[[ Available records, beginning ]]

package org.nodewright.physics.inverse;

import java.util.ArrayList;
import java.util.List;
import org.nodewright.physics.strings.IdealString;
import org.nodewright.physics.strings.Material;
import org.nodewright.physics.strings.StressCheck;
import org.nodewright.physics.strings.StringConstruction;

/**
 * Picks, for a string tuned to a pitch, the available gauge whose tension at that pitch comes
 * closest to a target (closest in ratio, |ln(T/T_target)|), by Mersenne's law T = μ(2Lf)²
 * (ideal flexible string: bending stiffness raises the pitch of a steel string by well under a
 * cent at these gauges and is left out). Wound strings are built as the string core builds them
 * (one round wrap of touching turns) with the core a fixed fraction of the outer diameter.
 */
public final class GaugePicker {

    /** Core diameter as a fraction of the outer diameter of a wound string: 0.40 (common practice, from memory). */
    public static final double DEFAULT_CORE_RATIO = 0.40;

    private GaugePicker() {
    }

    /**
     * One string to choose a gauge for.
     *
     * @param wrap      wrap material, or null for a plain string
     * @param coreRatio core diameter / outer diameter for a wound string (0.2 to 0.8)
     */
    public record Target(double lengthM, double frequencyHz, double tensionN, Material core, Material wrap,
            double coreRatio) {
        public Target {
            if (!(lengthM > 0) || !(frequencyHz > 0) || !(tensionN > 0) || !Double.isFinite(lengthM)
                    || !Double.isFinite(frequencyHz) || !Double.isFinite(tensionN)) {
                throw new IllegalArgumentException("length, frequency and tension must be positive: " + lengthM + ", "
                        + frequencyHz + ", " + tensionN);
            }
            if (core == null) {
                throw new IllegalArgumentException("a core material is required");
            }
            if (!(coreRatio >= 0.2 && coreRatio <= 0.8)) {
                throw new IllegalArgumentException("coreRatio must be 0.2 to 0.8, was " + coreRatio);
            }
        }

        public boolean wound() {
            return wrap != null;
        }

        /** The string built at outer diameter d (m). */
        public StringConstruction build(double d) {
            if (wrap == null) {
                return StringConstruction.plain(core, d);
            }
            double c = coreRatio * d;
            return StringConstruction.wound(core, c, wrap, (d - c) / 2);
        }

        public double tensionAt(double d) {
            return IdealString.tensionN(lengthM, build(d).linearDensityKgPerM(), frequencyHz);
        }
    }

    /** A gauge and the tension it needs at the target pitch. */
    public record Option(double outerDiameterM, double tensionN, StringConstruction construction) {
    }

    /**
     * @param choice      the closest available gauge
     * @param thinner     the next thinner available gauge, or null
     * @param thicker     the next thicker available gauge, or null
     * @param exactDiameterM the outer diameter that gives exactly the target tension
     * @param stress      stress of the chosen gauge's core against its material's strength
     */
    public record Pick(Target target, Option choice, Option thinner, Option thicker, double exactDiameterM,
            StressCheck stress) {
        public double offFraction() {
            return choice.tensionN() / target.tensionN() - 1;
        }
    }

    /**
     * @param gaugesM available outer diameters, m (any order, at least one)
     * @throws IllegalArgumentException for an empty or non-positive gauge list
     */
    public static Pick pick(Target target, List<Double> gaugesM) {
        if (gaugesM == null || gaugesM.isEmpty()) {
            throw new IllegalArgumentException("at least one available gauge is needed");
        }
        List<Double> sorted = new ArrayList<>(gaugesM);
        sorted.sort(Double::compare);
        if (!(sorted.get(0) > 0)) {
            throw new IllegalArgumentException("gauges must be positive, smallest was " + sorted.get(0));
        }
        int best = 0;
        double bestScore = Double.POSITIVE_INFINITY;
        for (int i = 0; i < sorted.size(); i++) {
            double score = Math.abs(Math.log(target.tensionAt(sorted.get(i)) / target.tensionN()));
            if (score < bestScore) {
                bestScore = score;
                best = i;
            }
        }
        Option choice = option(target, sorted.get(best));
        Option thinner = best > 0 ? option(target, sorted.get(best - 1)) : null;
        Option thicker = best + 1 < sorted.size() ? option(target, sorted.get(best + 1)) : null;
        StressCheck stress = StressCheck.of(choice.tensionN(), choice.construction().coreDiameterM(),
                target.core().tensileStrengthPa());
        return new Pick(target, choice, thinner, thicker, exactDiameter(target), stress);
    }

    private static Option option(Target target, double d) {
        return new Option(d, target.tensionAt(d), target.build(d));
    }

    /**
     * The diameter giving the target tension exactly. Tension grows as d² for a plain string and
     * monotonically for a wound one of fixed core ratio, so bisection on ln d (to 1e-12) finds it.
     */
    static double exactDiameter(Target target) {
        double lo = 1e-6;
        double hi = 0.05;
        for (int i = 0; i < 200 && hi / lo > 1 + 1e-12; i++) {
            double mid = Math.sqrt(lo * hi);
            if (target.tensionAt(mid) < target.tensionN()) {
                lo = mid;
            } else {
                hi = mid;
            }
        }
        return Math.sqrt(lo * hi);
    }
}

[[ Available records, end ]]

## Assigned task
Where a line in the entries holds "size", copy that line.

## Exercise response
        for (int i = 0; i < sorted.size(); i++) {
        Option thicker = best + 1 < sorted.size() ? option(target, sorted.get(best + 1)) : null;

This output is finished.